Every line from the one containing "which Adaptive exploits." to the one containing "scheme, else −1" in the records below, both included, must be set down exactly, and no other line.
BEGIN INPUT DATA
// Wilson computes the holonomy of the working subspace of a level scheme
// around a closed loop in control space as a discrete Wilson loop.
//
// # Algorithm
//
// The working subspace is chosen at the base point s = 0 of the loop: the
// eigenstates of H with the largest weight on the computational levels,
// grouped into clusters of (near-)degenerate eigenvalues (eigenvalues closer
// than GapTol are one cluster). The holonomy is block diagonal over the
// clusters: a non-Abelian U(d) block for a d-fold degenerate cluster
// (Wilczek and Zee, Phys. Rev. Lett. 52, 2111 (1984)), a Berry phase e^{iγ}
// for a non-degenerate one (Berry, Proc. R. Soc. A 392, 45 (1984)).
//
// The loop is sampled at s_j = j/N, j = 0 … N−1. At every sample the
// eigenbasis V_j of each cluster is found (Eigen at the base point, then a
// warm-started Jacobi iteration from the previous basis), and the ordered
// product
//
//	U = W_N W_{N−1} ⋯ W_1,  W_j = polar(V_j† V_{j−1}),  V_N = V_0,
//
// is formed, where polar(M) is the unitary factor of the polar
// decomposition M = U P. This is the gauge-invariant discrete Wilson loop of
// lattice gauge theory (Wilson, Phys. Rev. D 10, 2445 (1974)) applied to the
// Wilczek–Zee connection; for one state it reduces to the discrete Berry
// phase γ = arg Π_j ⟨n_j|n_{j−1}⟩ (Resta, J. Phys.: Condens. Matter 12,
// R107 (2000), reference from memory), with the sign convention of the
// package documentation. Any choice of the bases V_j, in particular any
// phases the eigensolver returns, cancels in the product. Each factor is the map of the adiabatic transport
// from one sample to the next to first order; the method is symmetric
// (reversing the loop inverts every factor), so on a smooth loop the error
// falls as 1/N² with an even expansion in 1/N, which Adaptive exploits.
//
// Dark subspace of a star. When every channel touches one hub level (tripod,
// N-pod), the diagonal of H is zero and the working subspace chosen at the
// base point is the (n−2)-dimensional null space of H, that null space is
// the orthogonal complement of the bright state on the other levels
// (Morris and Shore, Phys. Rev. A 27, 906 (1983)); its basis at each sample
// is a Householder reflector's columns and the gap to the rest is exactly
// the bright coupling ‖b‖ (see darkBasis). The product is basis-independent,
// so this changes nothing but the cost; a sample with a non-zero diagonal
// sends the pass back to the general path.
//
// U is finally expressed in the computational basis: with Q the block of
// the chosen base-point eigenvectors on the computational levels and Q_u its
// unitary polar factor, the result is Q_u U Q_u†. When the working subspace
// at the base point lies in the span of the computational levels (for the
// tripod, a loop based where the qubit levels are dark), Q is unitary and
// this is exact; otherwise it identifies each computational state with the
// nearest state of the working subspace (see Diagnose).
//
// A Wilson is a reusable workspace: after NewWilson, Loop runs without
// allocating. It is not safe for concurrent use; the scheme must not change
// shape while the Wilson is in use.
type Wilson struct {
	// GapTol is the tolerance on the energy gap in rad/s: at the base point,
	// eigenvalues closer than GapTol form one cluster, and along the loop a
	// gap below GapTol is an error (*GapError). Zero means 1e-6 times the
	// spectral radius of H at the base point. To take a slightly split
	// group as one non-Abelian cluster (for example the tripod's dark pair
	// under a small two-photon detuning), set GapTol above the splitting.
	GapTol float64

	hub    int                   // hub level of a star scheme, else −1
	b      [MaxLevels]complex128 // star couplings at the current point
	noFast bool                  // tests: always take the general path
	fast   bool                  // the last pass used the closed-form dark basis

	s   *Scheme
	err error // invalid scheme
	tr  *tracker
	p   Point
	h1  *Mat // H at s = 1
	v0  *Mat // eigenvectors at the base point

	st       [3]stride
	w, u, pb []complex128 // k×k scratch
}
END INPUT DATA
BEGIN INPUT DATA
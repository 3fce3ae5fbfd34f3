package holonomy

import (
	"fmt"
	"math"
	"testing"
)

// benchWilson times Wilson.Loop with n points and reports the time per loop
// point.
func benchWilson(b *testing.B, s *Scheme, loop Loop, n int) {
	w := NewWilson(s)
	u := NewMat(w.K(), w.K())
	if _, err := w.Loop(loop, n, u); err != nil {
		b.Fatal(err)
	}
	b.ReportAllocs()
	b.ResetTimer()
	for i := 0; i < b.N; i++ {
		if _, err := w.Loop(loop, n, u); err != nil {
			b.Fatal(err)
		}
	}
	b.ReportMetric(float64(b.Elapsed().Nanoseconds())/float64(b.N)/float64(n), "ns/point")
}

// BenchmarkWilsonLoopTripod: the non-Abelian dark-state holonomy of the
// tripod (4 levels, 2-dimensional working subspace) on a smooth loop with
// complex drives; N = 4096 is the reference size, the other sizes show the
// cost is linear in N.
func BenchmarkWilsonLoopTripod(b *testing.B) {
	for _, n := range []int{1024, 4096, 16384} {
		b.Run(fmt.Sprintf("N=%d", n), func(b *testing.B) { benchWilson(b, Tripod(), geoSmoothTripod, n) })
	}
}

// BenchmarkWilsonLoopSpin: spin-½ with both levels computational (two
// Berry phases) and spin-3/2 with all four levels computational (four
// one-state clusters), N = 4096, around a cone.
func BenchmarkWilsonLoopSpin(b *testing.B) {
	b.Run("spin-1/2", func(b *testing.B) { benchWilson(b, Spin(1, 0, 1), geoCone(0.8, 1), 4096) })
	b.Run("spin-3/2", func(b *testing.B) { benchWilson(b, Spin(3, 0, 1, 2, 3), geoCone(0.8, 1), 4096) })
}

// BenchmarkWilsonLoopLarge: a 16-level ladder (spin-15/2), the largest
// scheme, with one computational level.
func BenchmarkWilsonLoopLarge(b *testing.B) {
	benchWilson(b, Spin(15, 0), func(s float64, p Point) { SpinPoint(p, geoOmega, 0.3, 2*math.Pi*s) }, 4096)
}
END INPUT DATA
### [RESPONSE BELOW]
// falls as 1/N² with an even expansion in 1/N, which Adaptive exploits.
//
// Dark subspace of a star. When every channel touches one hub level (tripod,
// N-pod), the diagonal of H is zero and the working subspace chosen at the
// base point is the (n−2)-dimensional null space of H, that null space is
// the orthogonal complement of the bright state on the other levels
// (Morris and Shore, Phys. Rev. A 27, 906 (1983)); its basis at each sample
// is a Householder reflector's columns and the gap to the rest is exactly
// the bright coupling ‖b‖ (see darkBasis). The product is basis-independent,
// so this changes nothing but the cost; a sample with a non-zero diagonal
// sends the pass back to the general path.
//
// U is finally expressed in the computational basis: with Q the block of
// the chosen base-point eigenvectors on the computational levels and Q_u its
// unitary polar factor, the result is Q_u U Q_u†. When the working subspace
// at the base point lies in the span of the computational levels (for the
// tripod, a loop based where the qubit levels are dark), Q is unitary and
// this is exact; otherwise it identifies each computational state with the
// nearest state of the working subspace (see Diagnose).
//
// A Wilson is a reusable workspace: after NewWilson, Loop runs without
// allocating. It is not safe for concurrent use; the scheme must not change
// shape while the Wilson is in use.
type Wilson struct {
	// GapTol is the tolerance on the energy gap in rad/s: at the base point,
	// eigenvalues closer than GapTol form one cluster, and along the loop a
	// gap below GapTol is an error (*GapError). Zero means 1e-6 times the
	// spectral radius of H at the base point. To take a slightly split
	// group as one non-Abelian cluster (for example the tripod's dark pair
	// under a small two-photon detuning), set GapTol above the splitting.
	GapTol float64

	hub    int                   // hub level of a star scheme, else −1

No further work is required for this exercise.